I want to get all of my ducks in a row. My plan is to install Windows first, per the documentations recommendation, then FreeBSD to a second SSD for dual-booting. The documentation is a little scarce on the 'how' for the dual-boot, so I seek your guidance and council. What should I have in front of me when it comes time for this install? My Wi-Fi adapter is a TRENDnet TEW-624UB, but I also have an ASUS USB-AC51, which I could not get to work last time via USB drive install. I will be burning the DVD soon, and possibly start the install process tonight if time permits. I want to do this right. Any epic suggestions?


----------



## bsduck (Dec 15, 2020)

The easiest setup for dual booting is to use UEFI directly. You do not need any special configuration, just install Windows on one disk, FreeBSD on the other, and you will be able to select the OS you want by pressing a key at boot time (for example F9 on my computer). If you do not like having to press a key for booting the non-default OS and rather have a selection screen that shows up automatically at boot, you may want to set up GRUB or rEFInd. I have never done this myself but you can easily find documentation on the web.

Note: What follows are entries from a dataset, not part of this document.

package order

import (
	"context"
	"errors"
	"fmt"
	"os"
	"path/filepath"
	"sync/atomic"

	"pairloom/sparse/block"
	"pairloom/sparse/chain"
	"pairloom/sparse/source"
)

// flagBuild writes the tables and blocks of a flag complex, degree by degree: where the
// simplices of an edge begin is known from the tally, and facets are found in the
// degree below, which is finished.
type flagBuild struct {
	flag     *flag
	tally    *tally
	complex  *chain.Complex
	dir      string
	threads  int
	progress source.Progress

	others []array[uint32] // per degree 2..top−1: vertices beside the longest edge, descending
	list   [][]uint32      // the slices of others
	made   []string        // files published so far
	done   atomic.Uint64
	total  uint64
}

func (b *flagBuild) free() {
	for k := range b.others {
		b.others[k].free()
	}
}

func (b *flagBuild) run(ctx context.Context) error {
	b.progress.Stage("block")
	dim, c := b.tally.dim, b.complex
	for _, n := range b.tally.n[:dim+1] {
		c.Cells = append(c.Cells, uint32(n))
		b.total += n
	}
	c.RowsAtMost2, c.ColsAtMost2 = make([]bool, dim+1), make([]bool, dim+1)
	b.others, b.list = make([]array[uint32], dim+1), make([][]uint32, dim+1)
	if err := b.vertices(); err != nil {
		return err
	}
	for k := 1; k <= dim; k++ {
		if err := b.degree(ctx, k); err != nil {
			return err
		}
	}
	path := filepath.Join(b.dir, "complex.json")
	if _, err := os.Lstat(path); !errors.Is(err, os.ErrNotExist) {
		return fmt.Errorf("%s: there is a complex already", b.dir)
	}
	b.made = append(b.made, path)
	return c.Write(b.dir)
}

// publish seals a file, unmaps it, and remembers it, to be removed should something
// fail later.
func (b *flagBuild) publish(path string, f gridFile) error {
	if err := f.Publish(false); err != nil {
		return err
	}
	b.made = append(b.made, path)
	return f.Close()
}

func (b *flagBuild) vertices() error {
	path := chain.CellsPath(b.dir, 0)
	cells, err := chain.CreateSimplices(path, b.flag.n, 0)
	if err != nil {
		return err
	}
	defer cells.Discard()
	for v := range cells.Vertices {
		cells.Vertices[v] = uint32(v)
	}
	return b.publish(path, cells)
}

// degree writes the table of degree k and ∂_k.
func (b *flagBuild) degree(ctx context.Context, k int) error {
	rows, cols := b.complex.Cells[k-1], b.complex.Cells[k]
	cells, err := chain.CreateSimplices(chain.CellsPath(b.dir, k), cols, k)
	if err != nil {
		return err
	}
	defer cells.Discard()
	m, err := block.Create(chain.BlockPath(b.dir, k), rows, cols, uint32(k+1), 0)
	if err != nil {
		return err
	}
	defer m.Discard()
	if k == 1 {
		copy(cells.Vertices, b.flag.ends)
		copy(cells.Values, b.flag.value)
		copy(m.Entries, b.flag.ends)
	} else if err := b.cliques(ctx, k, cells, m); err != nil {
		return err
	}
	b.progress.Advance(b.done.Add(uint64(cols)), b.total)
	b.complex.ColsAtMost2[k] = k == 1
	if b.complex.RowsAtMost2[k], err = thinRows(ctx, m); err != nil {
		return err
	}
	if err := b.publish(chain.CellsPath(b.dir, k), cells); err != nil {
		return err
	}
	return b.publish(chain.BlockPath(b.dir, k), m)
}

// thinRows says whether every row has at most two entries; it stops at the first that
// has three.
func thinRows(ctx context.Context, m *block.Matrix) (bool, error) {
	var own array[uint32]
	defer own.free()
	count := own.make(int(m.Rows))
	for i, r := range m.Entries {
		if count[r]++; count[r] > 2 {
			return false, nil
		}
		if i%(1<<20) == 0 && ctx.Err() != nil {
			return false, context.Cause(ctx)
		}
	}
	return true, nil
}

// cliques fills degree k ≥ 2.
func (b *flagBuild) cliques(ctx context.Context, k int, cells *chain.Cells, m *block.Matrix) error {
	if k < b.tally.dim {
		b.list[k] = b.others[k].make(len(cells.Values) * (k - 1))
	}
	err := share(ctx, b.flag.edges(), b.threads, func() func(lo, hi int) error {
		w := &cliqueWriter{k: k, flag: b.flag, low: b.tally.degree[k-1].at, below: b.list[k-1], verts: cells.Vertices, entries: m.Entries, others: b.list[k]}
		w.nest = nest{f: b.flag, top: k}
		at := b.tally.degree[k].at
		return func(lo, hi int) error {
			for e := lo; e < hi; e++ {
				if at[e] == at[e+1] {
					continue
				}
				w.edge, w.at = uint32(e), int(at[e])
				w.nest.walk(w.edge, w.visit)
				for r := at[e]; r < at[e+1]; r++ {
					cells.Values[r] = b.flag.value[e]
				}
			}
			return nil
		}
	})
	b.others[k-1].free()
	b.list[k-1] = nil
	return err
}

// cliqueWriter writes the k-simplices of one longest edge after the other.
type cliqueWriter struct {
	k       int
	nest    nest
	flag    *flag
	edge    uint32
	at      int      // rank of the edge's first k-simplex
	low     []uint32 // offsets of degree k−1 by longest edge
	below   []uint32 // others of degree k−1
	verts   []uint32
	entries []uint32
	others  []uint32 // nil at the top
	chosen  [verticesMost]uint32
	face    [verticesMost]uint32
}

func (w *cliqueWriter) visit(k int, l *level) bool {
	if k != w.k {
		return true
	}
	x := &w.nest
	chosen := w.chosen[:k-1] // vertices beside the edge, descending
	for q, i := range x.path {
		chosen[q] = x.w[i]
	}
	r := w.at + int(l.base)
	for p, i := range l.at {
		chosen[k-2] = x.w[i]
		w.simplex(w.verts[(r+p)*(k+1):(r+p+1)*(k+1)], chosen)
		if w.others != nil {
			copy(w.others[(r+p)*(k-1):], chosen)
		}
		w.column(w.entries[(r+p)*(k+1):(r+p+1)*(k+1)], l, p, chosen)
	}
	return true
}

// simplex merges the ends of the edge and the chosen vertices into ascending order.
func (w *cliqueWriter) simplex(to, chosen []uint32) {
	ends := w.flag.ends[2*w.edge : 2*w.edge+2]
	q, e := len(chosen)-1, 0
	for at := range to {
		if e == 2 || q >= 0 && chosen[q] < ends[e] {
			to[at] = chosen[q]
			q--
		} else {
			to[at] = ends[e]
			e++
		}
	}
}

// column writes the ranks of the facets of the p-th simplex of a level, ascending. The
// two without an end of the longest edge come first, as their longest edges are
// earlier; the others follow in the order of the vertices they lack, latest first; the
// one without the last vertex is the path.
func (w *cliqueWriter) column(to []uint32, l *level, p int, chosen []uint32) {
	x, k, i := &w.nest, w.k, l.at[p]
	toA, toB := max(l.toA, x.ra[i]), max(l.toB, x.rb[i])
	if k == 2 {
		to[0], to[1], to[2] = min(toA, toB), max(toA, toB), w.edge
		return
	}
	inner := max(l.inner, l.most[p])
	a, b := w.flag.ends[2*w.edge], w.flag.ends[2*w.edge+1]
	sideA, sideB := w.side(max(inner, toA), a, chosen), w.side(max(inner, toB), b, chosen)
	to[0], to[1] = min(sideA, sideB), max(sideA, sideB)
	if k == 3 {
		to[2] = w.low[w.edge] + i // the common neighbours are the triangles
	} else {
		for q := range k - 2 {
			face := append(w.face[:0], chosen[:q]...)
			to[2+q] = w.find(w.edge, append(face, chosen[q+1:]...))
		}
	}
	to[k] = w.low[w.edge] + uint32(l.parent)
}

// side is the rank of the facet of the chosen vertices and one end of the edge; the
// facet's longest edge is given.
func (w *cliqueWriter) side(longest, end uint32, chosen []uint32) uint32 {
	a, b := w.flag.ends[2*longest], w.flag.ends[2*longest+1]
	face, pending := w.face[:0], end != a && end != b
	for _, v := range chosen {
		if pending && end > v {
			face, pending = append(face, end), false
		}
		if v != a && v != b {
			face = append(face, v)
		}
	}
	if pending {
		face = append(face, end)
	}
	return w.find(longest, face)
}

// find is the rank of the (k−1)-simplex of a longest edge and other vertices,
// descending.
func (w *cliqueWriter) find(longest uint32, others []uint32) uint32 {
	lo, hi, width := w.low[longest], w.low[longest+1], len(others)
	for first := others[0]; lo < hi; {
		mid := (lo + hi) >> 1
		at := uint64(mid) * uint64(width)
		q, v := 0, w.below[at]
		for want := first; v == want && q+1 < width; {
			q++
			v, want = w.below[at+uint64(q)], others[q]
		}
		switch {
		case v < others[q]:
			lo = mid + 1
		case v > others[q]:
			hi = mid
		default:
			return mid
		}
	}
	panic(fmt.Sprintf("order: a facet of a flag complex is missing: longest edge %d, others %v", longest, others))
}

About your wifi adapter: if it is not recognised by the installer, it means there is no driver for it in the base system, so you will not be able to install it from the installation media, no matter whether it is a DVD or a USB stick (installation media contains only the base system, not the things distributed as ports). You may find a corresponding driver in the ports collection, otherwise it is probably not supported by FreeBSD.


----------



## rootbert (Dec 15, 2020)

I suggest FreeBSD only, with Windows in a bhyve VM and access the VM via remote desktop.


----------



## phalange (Dec 16, 2020)

diortemew said:


> I want to do this right. Any epic suggestions?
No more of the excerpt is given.